We next characterized the expression of chemokine receptors in the liposome-treated mice. Multiplex PCR on cDNA generated from Ag-specific CD4⁺ T cells purified from the renal LNs of infected mice treated either with empty or OVA⁺ liposomes revealed differential regulation of several receptors in these lymphocytes (Supplemental Fig. 2C). These differences could be recapitulated by flow cytometry, which revealed enhanced expression of CCR1 and CCR6, but reduced CCR5, by OT.II cells in OVA⁺ liposome–treated animals (Fig. 4F). CCR6 was shown to mediate the migration of Th17 cells into nephritic kidneys (9), whereas CCR5 is associated with immunopathology in this tissue (10).

We also analyzed chemokine expression in the kidney by Western blot array (Supplemental Fig. 2D). Although CXCL16 and CX3CL1 (fractalkine) were increased significantly in empty liposome–treated kidneys (Fig. 4G), MIP1γ and CXCL12 were significantly reduced (Fig. 4G).

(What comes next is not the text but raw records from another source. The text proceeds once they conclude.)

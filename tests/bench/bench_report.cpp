// The HTML report at the size the issue sets: 2000 + 2000 points (the demo scene) and a
// 201-θ sweep of all 15 measures.
//  * BM_ReportWrite: formatReportHtml + the atomic write, from gathered inputs (the sweep is
//    not run: its table is filled with full-precision values of the right shape, since the
//    writer's cost depends on the table's size and digits, not on what the numbers mean).
//  * BM_ReportGather: gatherReport — every measure on A as given against B, the exact W2
//    plan at the reference θ, the hashes — timed once, for the record.
// With BARROW_REPORT_BENCH_DIR set, the reports (shift and mix) are also written there for
// the browser timings (tests/bench/report_browser_bench.mjs).
#include <benchmark/benchmark.h>

#include <cmath>
#include <cstdlib>
#include <filesystem>

#include "measures/registry.h"
#include "report/report_build.h"
#include "report/report_html.h"
#include "scenario/demo_scenario.h"
#include "families/family_spec.h"
#include "sweep/continuity.h"

namespace barrow {
namespace {

SweepResult shapedSweep(const Session& s, const std::string& family) {
  SweepResult r;
  r.settings = s.sweep;
  r.settings.family = findFamily(family)->family;
  r.settings.from = r.settings.family == Family::Mix ? 0.0 : -1.0;
  r.settings.to = 1.0;
  r.settings.steps = 201;
  r.threads = 2;
  for (int k = 0; k < 201; ++k) r.theta.push_back(r.settings.from + (r.settings.to - r.settings.from) * k / 200.0);
  int m = 0;
  for (const Measure* meas : MeasureRegistry::instance().all()) {
    SweepSeries ser;
    ser.id = meas->id();
    ser.gradientMethod = "analytic";
    for (std::size_t k = 0; k < r.theta.size(); ++k) {
      const double t = r.theta[k];
      const bool inf = ser.id == "kl_ab" && t > 0.6;  // a stretch at +∞, as KL has
      ser.value.push_back(inf ? INFINITY : std::sqrt(t * t + 0.1 * (m + 1)) / 3.0 + 1e-3 * std::sin(37.0 * t));
      ser.slope.push_back(inf ? NAN : t / std::sqrt(t * t + 0.1 * (m + 1)) / 3.0);
      ser.status.push_back(inf ? Status::Infinite : Status::Ok);
      ser.seconds.push_back(1e-3);
      ser.oneSided.push_back(false);
    }
    r.series.push_back(std::move(ser));
    r.settings.measures.push_back(meas->id());
    ++m;
  }
  return r;
}

const ReportInput& gathered(const std::string& family) {
  static std::map<std::string, ReportInput> cache;
  auto it = cache.find(family);
  if (it != cache.end()) return it->second;
  const Session s = demoSession(2000);
  SweepResult r = shapedSweep(s, family);
  auto findings = findContinuity(r);
  ReportSources src;
  src.title = "Demo scene, 2000 + 2000 points";
  src.fileA = "a.csv";
  src.fileB = "b.csv";
  src.params = s.params;
  ReportInput in = gatherReport(s.a, s.b, src, std::move(r), std::move(findings));
  if (const char* dir = std::getenv("BARROW_REPORT_BENCH_DIR")) {
    std::filesystem::create_directories(dir);
    writeReportHtml(std::string(dir) + "/report-" + family + ".html", in);
  }
  return cache.emplace(family, std::move(in)).first->second;
}

void BM_ReportWrite(benchmark::State& state, const std::string& family) {
  const ReportInput& in = gathered(family);
  const std::string path = (std::filesystem::temp_directory_path() / ("barrow-bench-report-" + family + ".html")).string();
  std::size_t bytes = 0;
  for (auto _ : state) {
    const std::string html = formatReportHtml(in);
    bytes = html.size();
    if (auto e = writeReportHtml(path, in)) state.SkipWithError(e->c_str());
  }
  std::filesystem::remove(path);
  state.counters["MB"] = double(bytes) / 1e6;
  state.counters["points"] = double(in.a.cloud.size() + in.b.cloud.size());
  state.counters["measures"] = double(in.sweep.series.size());
  state.counters["theta"] = double(in.sweep.theta.size());
}

void BM_ReportGather(benchmark::State& state) {
  const Session s = demoSession(2000);
  for (auto _ : state) {
    SweepResult r = shapedSweep(s, "shift");
    auto findings = findContinuity(r);
    ReportSources src;
    src.params = s.params;
    const ReportInput in = gatherReport(s.a, s.b, src, std::move(r), std::move(findings));
    benchmark::DoNotOptimize(in.measures.size());
  }
}

BENCHMARK_CAPTURE(BM_ReportWrite, shift, std::string("shift"))->Unit(benchmark::kMillisecond)->MinTime(2.0);
BENCHMARK_CAPTURE(BM_ReportWrite, mix, std::string("mix"))->Unit(benchmark::kMillisecond)->MinTime(2.0);
BENCHMARK(BM_ReportGather)->Unit(benchmark::kMillisecond)->Iterations(1);

}  // namespace
}  // namespace barrow

BENCHMARK_MAIN();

This suggests that, despite the enhanced levels of some chemokines during infection, important signals remain missing. Therefore, our data show that OVA⁺ liposome treatment stimulates the expression of a distinct profile of chemokine receptors and ligands, inducing Ag-specific T cell migration into the kidney.

In conclusion, we discovered that there is defective recruitment of Ag-specific CD4⁺ T cells to the kidney during systemic C. albicans infection. Although further work is needed to understand the reasons for this deficiency, as well as why it does not affect CD8⁺ T cells, our observations revealed why the adaptive immune system is redundant during these infections. Moreover, we showed that artificially restoring CD4⁺ T cell responses in the kidney improves infection outcome. These findings have significant implications for our understanding of antifungal immunity and control of fungal growth within the kidney.